BEGIN Record set
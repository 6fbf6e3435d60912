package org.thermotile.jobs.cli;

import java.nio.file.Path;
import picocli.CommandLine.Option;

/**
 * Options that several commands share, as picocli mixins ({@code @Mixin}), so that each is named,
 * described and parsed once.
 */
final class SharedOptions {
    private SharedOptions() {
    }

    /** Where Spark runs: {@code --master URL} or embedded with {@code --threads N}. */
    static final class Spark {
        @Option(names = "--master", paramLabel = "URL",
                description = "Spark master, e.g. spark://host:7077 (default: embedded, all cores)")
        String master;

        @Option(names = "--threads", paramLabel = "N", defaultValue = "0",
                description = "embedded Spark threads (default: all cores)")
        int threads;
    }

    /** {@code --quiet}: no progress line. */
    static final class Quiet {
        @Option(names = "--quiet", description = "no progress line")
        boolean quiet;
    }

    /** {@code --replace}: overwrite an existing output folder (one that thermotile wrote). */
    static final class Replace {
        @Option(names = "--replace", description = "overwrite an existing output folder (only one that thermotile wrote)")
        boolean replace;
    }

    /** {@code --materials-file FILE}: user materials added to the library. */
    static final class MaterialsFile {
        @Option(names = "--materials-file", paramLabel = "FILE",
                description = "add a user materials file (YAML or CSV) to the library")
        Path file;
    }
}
END Record set
BEGIN Record set
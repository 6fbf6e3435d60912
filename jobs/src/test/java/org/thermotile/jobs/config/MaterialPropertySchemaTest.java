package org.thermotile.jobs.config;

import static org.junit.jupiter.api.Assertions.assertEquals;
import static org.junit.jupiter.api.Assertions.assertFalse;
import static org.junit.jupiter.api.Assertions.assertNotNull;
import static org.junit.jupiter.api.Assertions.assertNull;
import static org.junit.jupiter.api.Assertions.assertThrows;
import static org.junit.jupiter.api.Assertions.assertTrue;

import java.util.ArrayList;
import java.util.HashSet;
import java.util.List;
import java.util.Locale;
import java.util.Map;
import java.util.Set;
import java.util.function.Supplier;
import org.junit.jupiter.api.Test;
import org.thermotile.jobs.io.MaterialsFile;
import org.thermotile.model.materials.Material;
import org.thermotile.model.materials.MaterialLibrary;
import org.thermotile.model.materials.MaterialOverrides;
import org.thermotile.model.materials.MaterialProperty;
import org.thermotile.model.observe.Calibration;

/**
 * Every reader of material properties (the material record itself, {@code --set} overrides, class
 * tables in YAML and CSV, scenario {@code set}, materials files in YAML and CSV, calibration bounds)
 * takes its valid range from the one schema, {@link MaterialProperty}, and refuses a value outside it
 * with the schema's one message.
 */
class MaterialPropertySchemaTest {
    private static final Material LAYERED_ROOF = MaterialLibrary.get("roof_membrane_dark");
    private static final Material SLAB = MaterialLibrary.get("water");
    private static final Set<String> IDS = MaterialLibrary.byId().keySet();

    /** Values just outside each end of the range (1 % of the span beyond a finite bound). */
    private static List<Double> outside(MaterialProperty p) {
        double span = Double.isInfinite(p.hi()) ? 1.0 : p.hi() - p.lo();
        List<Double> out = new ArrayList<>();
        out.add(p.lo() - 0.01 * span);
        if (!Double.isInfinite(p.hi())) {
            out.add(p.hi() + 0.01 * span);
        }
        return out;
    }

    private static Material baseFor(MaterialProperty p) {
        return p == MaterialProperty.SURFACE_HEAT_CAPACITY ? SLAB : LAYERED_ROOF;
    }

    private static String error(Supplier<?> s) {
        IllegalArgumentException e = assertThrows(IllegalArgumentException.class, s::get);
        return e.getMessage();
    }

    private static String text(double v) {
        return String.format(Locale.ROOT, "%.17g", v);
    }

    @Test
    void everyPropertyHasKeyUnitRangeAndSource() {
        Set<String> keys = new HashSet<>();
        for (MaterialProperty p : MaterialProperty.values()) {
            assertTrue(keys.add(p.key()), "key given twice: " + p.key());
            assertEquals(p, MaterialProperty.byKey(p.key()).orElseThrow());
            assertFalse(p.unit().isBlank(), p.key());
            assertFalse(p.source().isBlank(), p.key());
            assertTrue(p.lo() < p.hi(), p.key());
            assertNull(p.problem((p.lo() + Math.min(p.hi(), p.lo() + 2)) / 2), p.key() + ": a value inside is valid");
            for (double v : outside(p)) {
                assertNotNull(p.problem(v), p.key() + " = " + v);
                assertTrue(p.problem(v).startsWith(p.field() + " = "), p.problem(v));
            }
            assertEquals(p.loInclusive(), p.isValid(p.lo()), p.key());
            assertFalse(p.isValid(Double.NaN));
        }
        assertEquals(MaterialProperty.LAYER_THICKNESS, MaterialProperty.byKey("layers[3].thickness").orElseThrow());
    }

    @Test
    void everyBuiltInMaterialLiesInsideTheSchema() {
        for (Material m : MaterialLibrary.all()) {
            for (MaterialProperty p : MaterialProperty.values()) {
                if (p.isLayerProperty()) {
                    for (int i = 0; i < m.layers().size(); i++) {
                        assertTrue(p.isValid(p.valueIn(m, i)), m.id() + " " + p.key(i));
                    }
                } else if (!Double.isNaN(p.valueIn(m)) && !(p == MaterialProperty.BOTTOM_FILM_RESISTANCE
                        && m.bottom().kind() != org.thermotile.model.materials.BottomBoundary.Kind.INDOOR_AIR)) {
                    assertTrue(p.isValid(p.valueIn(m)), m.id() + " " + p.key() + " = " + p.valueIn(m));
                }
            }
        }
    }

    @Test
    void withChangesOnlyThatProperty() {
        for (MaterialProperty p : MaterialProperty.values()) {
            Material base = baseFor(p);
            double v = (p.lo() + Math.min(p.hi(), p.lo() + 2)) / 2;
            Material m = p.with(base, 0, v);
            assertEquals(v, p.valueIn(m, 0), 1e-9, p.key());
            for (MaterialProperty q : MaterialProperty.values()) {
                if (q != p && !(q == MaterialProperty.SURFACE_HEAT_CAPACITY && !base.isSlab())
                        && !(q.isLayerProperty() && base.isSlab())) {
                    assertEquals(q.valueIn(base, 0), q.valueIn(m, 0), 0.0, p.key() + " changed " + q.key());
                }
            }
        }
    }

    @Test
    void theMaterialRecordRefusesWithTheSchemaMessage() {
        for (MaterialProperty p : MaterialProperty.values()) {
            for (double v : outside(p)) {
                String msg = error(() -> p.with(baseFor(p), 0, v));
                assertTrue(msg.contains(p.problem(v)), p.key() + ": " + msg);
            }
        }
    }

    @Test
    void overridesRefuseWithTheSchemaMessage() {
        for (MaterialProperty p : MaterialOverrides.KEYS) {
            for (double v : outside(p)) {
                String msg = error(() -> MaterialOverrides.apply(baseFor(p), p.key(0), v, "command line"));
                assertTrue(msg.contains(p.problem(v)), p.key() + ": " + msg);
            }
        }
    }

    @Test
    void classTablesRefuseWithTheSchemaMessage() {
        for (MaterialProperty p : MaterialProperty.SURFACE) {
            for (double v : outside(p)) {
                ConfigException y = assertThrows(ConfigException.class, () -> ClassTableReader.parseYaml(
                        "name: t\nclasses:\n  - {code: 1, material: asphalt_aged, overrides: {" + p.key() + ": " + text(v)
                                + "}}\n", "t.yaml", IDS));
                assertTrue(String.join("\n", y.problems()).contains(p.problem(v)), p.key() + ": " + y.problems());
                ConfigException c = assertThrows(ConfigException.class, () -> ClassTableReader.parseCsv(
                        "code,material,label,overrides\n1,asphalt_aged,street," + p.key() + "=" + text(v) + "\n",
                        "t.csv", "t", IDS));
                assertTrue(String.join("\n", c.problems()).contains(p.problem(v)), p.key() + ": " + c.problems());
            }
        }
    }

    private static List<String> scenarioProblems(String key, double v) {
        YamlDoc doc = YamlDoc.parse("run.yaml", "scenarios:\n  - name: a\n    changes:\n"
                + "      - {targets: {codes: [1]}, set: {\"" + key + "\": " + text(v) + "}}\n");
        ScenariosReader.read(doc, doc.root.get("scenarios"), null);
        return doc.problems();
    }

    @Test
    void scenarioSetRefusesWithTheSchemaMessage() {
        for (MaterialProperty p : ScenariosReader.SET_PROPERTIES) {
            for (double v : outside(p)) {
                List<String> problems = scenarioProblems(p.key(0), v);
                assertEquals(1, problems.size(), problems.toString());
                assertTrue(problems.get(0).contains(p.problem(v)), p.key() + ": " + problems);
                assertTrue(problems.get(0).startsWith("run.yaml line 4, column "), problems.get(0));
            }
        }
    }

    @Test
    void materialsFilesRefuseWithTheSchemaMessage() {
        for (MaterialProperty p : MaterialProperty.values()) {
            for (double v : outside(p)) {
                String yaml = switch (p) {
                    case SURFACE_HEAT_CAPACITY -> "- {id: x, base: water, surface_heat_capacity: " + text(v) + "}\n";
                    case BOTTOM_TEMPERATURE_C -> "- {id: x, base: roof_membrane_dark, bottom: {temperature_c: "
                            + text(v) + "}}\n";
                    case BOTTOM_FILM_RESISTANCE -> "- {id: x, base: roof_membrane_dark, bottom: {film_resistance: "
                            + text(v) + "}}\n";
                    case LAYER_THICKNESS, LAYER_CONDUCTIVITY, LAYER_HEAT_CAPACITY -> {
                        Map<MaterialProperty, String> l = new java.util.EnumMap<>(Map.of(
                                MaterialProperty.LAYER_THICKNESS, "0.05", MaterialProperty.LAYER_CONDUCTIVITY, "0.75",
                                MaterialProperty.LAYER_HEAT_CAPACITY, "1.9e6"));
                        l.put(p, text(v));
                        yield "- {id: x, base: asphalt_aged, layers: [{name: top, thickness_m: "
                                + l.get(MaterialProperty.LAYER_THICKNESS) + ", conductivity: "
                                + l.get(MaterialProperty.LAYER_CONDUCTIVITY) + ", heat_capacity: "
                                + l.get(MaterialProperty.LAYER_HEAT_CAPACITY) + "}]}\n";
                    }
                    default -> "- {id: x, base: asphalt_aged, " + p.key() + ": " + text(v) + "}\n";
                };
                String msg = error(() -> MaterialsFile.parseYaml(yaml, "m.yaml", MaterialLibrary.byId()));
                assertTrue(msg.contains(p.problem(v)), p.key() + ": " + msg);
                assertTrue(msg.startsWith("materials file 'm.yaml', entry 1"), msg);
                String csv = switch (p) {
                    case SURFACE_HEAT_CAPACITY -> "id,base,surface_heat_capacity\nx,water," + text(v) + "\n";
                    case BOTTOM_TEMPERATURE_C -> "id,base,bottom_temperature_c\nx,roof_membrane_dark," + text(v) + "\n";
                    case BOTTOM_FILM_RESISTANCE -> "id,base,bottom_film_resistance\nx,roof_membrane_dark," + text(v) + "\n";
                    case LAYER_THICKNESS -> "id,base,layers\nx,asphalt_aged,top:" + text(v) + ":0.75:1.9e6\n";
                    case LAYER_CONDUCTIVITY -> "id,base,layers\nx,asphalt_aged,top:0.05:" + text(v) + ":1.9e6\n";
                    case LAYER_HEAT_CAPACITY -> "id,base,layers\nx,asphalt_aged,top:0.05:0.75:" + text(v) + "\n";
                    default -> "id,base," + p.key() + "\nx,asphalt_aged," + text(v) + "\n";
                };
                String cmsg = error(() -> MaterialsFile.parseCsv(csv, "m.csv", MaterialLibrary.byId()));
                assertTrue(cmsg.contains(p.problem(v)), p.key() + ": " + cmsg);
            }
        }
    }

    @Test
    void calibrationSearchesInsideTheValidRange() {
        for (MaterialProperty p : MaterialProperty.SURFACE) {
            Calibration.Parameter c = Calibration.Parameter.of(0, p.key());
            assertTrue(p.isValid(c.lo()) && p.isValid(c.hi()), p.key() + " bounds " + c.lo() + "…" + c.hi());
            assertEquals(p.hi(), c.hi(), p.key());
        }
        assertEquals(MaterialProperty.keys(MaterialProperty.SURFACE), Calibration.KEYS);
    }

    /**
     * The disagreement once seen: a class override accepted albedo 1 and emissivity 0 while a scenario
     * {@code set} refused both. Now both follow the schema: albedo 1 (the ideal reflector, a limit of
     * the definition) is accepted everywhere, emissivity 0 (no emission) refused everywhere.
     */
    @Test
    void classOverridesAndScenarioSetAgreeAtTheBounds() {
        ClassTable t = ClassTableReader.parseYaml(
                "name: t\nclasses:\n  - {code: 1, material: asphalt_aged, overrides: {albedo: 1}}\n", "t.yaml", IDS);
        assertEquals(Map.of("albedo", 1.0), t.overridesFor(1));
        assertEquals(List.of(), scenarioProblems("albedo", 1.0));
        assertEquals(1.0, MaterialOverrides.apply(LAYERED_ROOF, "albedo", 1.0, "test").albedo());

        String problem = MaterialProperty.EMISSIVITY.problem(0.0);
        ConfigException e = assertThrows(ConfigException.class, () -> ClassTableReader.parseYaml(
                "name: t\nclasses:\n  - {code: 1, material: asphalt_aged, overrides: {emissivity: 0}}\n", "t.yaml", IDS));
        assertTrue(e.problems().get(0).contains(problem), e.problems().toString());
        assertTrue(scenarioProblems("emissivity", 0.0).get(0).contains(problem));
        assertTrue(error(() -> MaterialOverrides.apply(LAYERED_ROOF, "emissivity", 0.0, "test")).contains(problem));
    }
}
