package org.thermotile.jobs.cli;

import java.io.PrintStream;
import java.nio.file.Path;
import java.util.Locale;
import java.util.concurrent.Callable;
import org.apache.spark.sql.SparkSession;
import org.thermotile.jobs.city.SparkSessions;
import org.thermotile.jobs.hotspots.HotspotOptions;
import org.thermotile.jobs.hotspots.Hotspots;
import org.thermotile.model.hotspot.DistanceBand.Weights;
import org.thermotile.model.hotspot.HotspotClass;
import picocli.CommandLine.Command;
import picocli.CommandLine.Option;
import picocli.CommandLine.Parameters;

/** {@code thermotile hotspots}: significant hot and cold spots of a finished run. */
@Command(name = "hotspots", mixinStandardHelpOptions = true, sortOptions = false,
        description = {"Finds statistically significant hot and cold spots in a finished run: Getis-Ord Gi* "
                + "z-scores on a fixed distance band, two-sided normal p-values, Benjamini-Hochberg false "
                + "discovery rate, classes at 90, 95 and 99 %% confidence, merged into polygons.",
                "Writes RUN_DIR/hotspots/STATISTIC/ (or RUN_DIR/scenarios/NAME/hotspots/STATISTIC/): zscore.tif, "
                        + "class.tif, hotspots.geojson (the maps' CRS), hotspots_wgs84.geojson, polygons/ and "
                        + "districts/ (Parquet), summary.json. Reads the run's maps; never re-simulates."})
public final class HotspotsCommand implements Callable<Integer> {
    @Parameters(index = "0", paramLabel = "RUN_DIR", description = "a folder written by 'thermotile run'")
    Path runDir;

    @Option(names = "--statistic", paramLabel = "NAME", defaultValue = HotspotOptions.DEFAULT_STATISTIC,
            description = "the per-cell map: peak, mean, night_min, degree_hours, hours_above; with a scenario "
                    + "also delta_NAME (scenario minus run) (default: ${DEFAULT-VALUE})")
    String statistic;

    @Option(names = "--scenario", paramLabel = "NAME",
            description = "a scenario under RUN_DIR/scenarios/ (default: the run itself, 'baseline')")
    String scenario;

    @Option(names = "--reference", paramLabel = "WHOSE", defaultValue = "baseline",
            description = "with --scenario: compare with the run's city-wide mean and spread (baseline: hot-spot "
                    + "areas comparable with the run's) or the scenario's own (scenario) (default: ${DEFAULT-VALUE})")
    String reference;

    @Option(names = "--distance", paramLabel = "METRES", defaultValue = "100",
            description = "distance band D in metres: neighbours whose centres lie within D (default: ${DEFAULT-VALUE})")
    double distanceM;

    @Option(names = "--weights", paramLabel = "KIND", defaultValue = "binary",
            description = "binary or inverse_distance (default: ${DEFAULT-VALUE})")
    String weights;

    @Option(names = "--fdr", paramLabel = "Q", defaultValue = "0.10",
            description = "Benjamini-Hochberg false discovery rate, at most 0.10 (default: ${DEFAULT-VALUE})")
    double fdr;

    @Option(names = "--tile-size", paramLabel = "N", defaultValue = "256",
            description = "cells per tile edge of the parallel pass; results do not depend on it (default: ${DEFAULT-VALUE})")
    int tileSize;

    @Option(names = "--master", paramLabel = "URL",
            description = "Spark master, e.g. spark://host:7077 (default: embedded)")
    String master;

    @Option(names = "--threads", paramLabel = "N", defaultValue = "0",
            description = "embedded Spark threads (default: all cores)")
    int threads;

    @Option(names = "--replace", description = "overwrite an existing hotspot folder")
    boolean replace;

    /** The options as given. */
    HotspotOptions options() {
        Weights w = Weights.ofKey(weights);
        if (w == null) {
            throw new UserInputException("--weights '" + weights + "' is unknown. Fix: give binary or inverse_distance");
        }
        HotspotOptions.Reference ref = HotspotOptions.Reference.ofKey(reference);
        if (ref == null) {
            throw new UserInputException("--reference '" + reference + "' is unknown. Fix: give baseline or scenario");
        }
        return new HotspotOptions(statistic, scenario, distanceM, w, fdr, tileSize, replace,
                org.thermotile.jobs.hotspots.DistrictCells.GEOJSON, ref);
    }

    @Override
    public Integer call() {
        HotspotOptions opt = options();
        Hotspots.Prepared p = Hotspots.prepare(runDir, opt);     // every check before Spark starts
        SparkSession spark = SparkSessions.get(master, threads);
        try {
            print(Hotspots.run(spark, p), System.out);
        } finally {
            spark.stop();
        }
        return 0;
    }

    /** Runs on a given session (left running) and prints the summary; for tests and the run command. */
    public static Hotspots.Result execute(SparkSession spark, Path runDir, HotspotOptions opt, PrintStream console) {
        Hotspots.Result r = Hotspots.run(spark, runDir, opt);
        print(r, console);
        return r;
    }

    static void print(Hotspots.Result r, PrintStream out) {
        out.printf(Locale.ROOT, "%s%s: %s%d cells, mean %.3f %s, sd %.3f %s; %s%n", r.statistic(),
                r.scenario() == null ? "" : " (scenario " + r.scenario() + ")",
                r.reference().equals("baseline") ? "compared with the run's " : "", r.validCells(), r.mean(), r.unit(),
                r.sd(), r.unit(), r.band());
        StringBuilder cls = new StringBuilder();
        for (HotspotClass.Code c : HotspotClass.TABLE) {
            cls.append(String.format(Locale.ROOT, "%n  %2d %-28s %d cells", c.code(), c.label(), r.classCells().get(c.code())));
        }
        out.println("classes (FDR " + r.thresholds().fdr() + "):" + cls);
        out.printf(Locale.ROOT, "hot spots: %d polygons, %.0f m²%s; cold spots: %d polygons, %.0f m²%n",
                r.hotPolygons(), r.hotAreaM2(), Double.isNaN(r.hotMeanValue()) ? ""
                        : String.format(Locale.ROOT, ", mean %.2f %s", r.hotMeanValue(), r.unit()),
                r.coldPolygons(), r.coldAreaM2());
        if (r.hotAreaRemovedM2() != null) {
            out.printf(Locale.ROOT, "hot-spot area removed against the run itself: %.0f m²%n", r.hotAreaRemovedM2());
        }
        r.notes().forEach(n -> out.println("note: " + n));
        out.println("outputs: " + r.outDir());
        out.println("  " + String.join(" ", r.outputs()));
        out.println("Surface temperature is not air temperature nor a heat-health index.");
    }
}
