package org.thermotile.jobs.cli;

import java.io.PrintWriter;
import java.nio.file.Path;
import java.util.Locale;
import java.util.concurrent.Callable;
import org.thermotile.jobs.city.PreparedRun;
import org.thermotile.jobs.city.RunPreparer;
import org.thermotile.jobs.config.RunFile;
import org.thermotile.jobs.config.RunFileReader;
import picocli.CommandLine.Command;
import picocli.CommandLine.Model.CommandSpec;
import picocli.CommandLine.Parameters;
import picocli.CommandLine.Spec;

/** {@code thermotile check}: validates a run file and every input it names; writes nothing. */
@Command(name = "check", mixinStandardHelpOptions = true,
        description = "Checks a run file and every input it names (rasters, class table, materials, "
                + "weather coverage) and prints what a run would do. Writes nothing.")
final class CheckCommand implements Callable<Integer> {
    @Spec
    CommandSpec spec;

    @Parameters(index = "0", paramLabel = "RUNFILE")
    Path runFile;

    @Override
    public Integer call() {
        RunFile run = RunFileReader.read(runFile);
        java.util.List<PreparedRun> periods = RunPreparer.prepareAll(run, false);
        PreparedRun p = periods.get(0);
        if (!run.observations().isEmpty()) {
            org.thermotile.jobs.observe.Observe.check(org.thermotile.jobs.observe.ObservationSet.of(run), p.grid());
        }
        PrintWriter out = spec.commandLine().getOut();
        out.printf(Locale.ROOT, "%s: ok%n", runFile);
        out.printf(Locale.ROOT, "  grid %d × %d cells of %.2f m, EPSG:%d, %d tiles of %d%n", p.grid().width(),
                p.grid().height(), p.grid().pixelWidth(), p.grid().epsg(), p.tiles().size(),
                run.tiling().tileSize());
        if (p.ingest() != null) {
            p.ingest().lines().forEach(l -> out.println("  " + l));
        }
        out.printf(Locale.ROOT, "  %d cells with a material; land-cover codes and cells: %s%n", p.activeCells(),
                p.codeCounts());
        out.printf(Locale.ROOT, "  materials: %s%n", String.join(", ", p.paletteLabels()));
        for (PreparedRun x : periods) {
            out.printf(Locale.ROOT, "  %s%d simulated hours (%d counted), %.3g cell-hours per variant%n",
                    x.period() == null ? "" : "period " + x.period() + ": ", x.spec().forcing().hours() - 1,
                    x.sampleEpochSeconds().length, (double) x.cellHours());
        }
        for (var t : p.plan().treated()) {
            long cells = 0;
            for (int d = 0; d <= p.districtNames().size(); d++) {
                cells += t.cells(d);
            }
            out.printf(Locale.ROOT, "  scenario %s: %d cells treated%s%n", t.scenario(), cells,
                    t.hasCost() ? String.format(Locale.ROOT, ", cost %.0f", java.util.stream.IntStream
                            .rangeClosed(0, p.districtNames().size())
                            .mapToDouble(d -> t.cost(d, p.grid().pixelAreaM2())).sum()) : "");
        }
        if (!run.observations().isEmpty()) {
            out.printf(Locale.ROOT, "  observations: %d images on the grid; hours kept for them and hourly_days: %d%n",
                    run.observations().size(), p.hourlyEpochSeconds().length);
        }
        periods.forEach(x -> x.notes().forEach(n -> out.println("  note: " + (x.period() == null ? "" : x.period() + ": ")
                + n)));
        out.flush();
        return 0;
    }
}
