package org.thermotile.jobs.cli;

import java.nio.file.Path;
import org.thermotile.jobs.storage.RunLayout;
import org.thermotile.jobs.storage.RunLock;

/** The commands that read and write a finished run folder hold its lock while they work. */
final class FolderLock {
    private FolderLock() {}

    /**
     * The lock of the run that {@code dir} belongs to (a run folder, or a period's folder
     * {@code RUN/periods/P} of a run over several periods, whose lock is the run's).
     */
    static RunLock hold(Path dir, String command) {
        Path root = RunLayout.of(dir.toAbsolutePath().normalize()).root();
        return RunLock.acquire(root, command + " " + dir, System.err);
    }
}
END Record set
▶ **Instructions for the task**: Only the number is wanted: how many lines in the listing contain the word "host"?

▶ **Completed task**: 2